## TO DO
Count, in the data that follows, every line with the string "position", and give that count as the whole reply.

## LISTED RECORDS
⟨

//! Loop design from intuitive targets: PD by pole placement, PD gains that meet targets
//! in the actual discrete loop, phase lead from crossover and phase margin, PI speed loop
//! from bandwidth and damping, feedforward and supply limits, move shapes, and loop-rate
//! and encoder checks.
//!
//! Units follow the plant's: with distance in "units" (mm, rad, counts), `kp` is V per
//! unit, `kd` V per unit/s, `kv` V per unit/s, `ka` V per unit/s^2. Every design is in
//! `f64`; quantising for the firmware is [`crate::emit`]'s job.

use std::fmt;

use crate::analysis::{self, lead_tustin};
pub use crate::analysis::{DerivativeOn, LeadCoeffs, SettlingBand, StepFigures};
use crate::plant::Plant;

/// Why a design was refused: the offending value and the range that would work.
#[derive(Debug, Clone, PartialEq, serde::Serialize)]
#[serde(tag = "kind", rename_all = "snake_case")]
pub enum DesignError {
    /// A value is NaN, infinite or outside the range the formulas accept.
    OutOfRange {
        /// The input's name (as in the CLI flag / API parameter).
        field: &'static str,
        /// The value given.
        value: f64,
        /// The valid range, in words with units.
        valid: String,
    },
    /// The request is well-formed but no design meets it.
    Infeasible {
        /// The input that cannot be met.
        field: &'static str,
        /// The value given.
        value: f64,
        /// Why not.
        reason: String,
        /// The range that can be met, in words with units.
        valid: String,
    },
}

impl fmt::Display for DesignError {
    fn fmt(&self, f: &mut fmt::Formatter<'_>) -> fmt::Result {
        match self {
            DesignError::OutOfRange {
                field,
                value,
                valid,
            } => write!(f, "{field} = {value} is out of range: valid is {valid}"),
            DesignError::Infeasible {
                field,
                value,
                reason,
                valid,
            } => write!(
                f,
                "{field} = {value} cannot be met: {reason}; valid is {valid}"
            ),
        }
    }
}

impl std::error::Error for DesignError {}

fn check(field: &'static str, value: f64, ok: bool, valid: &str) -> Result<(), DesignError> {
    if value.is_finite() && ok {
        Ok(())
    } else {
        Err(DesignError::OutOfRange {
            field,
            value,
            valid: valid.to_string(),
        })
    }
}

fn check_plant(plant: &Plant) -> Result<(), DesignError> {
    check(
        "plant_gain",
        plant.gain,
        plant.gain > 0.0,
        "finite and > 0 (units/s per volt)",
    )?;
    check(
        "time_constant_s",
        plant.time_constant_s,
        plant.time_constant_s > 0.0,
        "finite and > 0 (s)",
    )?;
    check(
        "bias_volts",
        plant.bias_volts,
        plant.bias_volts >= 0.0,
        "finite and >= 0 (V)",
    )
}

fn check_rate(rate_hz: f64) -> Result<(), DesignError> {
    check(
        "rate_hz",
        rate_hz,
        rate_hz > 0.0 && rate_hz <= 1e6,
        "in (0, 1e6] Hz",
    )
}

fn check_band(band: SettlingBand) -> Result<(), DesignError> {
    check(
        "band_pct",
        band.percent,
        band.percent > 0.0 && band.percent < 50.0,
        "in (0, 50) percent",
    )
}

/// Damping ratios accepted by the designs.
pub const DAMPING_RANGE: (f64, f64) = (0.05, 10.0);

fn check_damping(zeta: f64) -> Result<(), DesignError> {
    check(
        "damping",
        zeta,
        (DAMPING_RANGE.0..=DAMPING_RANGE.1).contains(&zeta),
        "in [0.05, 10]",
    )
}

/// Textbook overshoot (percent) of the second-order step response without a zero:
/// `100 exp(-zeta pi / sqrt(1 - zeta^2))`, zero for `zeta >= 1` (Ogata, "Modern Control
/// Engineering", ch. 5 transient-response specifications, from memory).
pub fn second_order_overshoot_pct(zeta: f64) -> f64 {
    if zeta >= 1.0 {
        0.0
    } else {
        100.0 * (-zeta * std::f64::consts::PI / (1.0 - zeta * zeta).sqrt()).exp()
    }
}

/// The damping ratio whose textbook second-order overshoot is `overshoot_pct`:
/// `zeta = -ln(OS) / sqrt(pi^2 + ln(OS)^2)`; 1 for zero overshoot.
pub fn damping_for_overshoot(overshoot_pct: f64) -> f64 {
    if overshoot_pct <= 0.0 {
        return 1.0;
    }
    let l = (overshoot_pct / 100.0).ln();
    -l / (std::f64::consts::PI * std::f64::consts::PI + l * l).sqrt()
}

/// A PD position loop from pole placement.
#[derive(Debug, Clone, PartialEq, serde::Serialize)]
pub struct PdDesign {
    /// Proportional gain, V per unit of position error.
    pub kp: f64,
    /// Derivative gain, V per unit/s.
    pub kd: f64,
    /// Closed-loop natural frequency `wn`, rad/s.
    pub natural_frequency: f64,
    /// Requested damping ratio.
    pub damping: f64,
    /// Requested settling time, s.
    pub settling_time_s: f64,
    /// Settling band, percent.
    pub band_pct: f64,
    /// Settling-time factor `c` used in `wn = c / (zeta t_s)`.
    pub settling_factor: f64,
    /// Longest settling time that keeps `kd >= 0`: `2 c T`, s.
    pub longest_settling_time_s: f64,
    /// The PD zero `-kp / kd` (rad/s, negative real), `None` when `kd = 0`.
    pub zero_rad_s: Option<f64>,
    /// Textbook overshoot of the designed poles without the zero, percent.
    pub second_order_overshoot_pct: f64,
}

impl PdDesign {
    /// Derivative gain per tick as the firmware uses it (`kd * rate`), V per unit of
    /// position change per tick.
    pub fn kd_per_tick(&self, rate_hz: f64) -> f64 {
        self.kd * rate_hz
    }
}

⟩

## ANSWER
3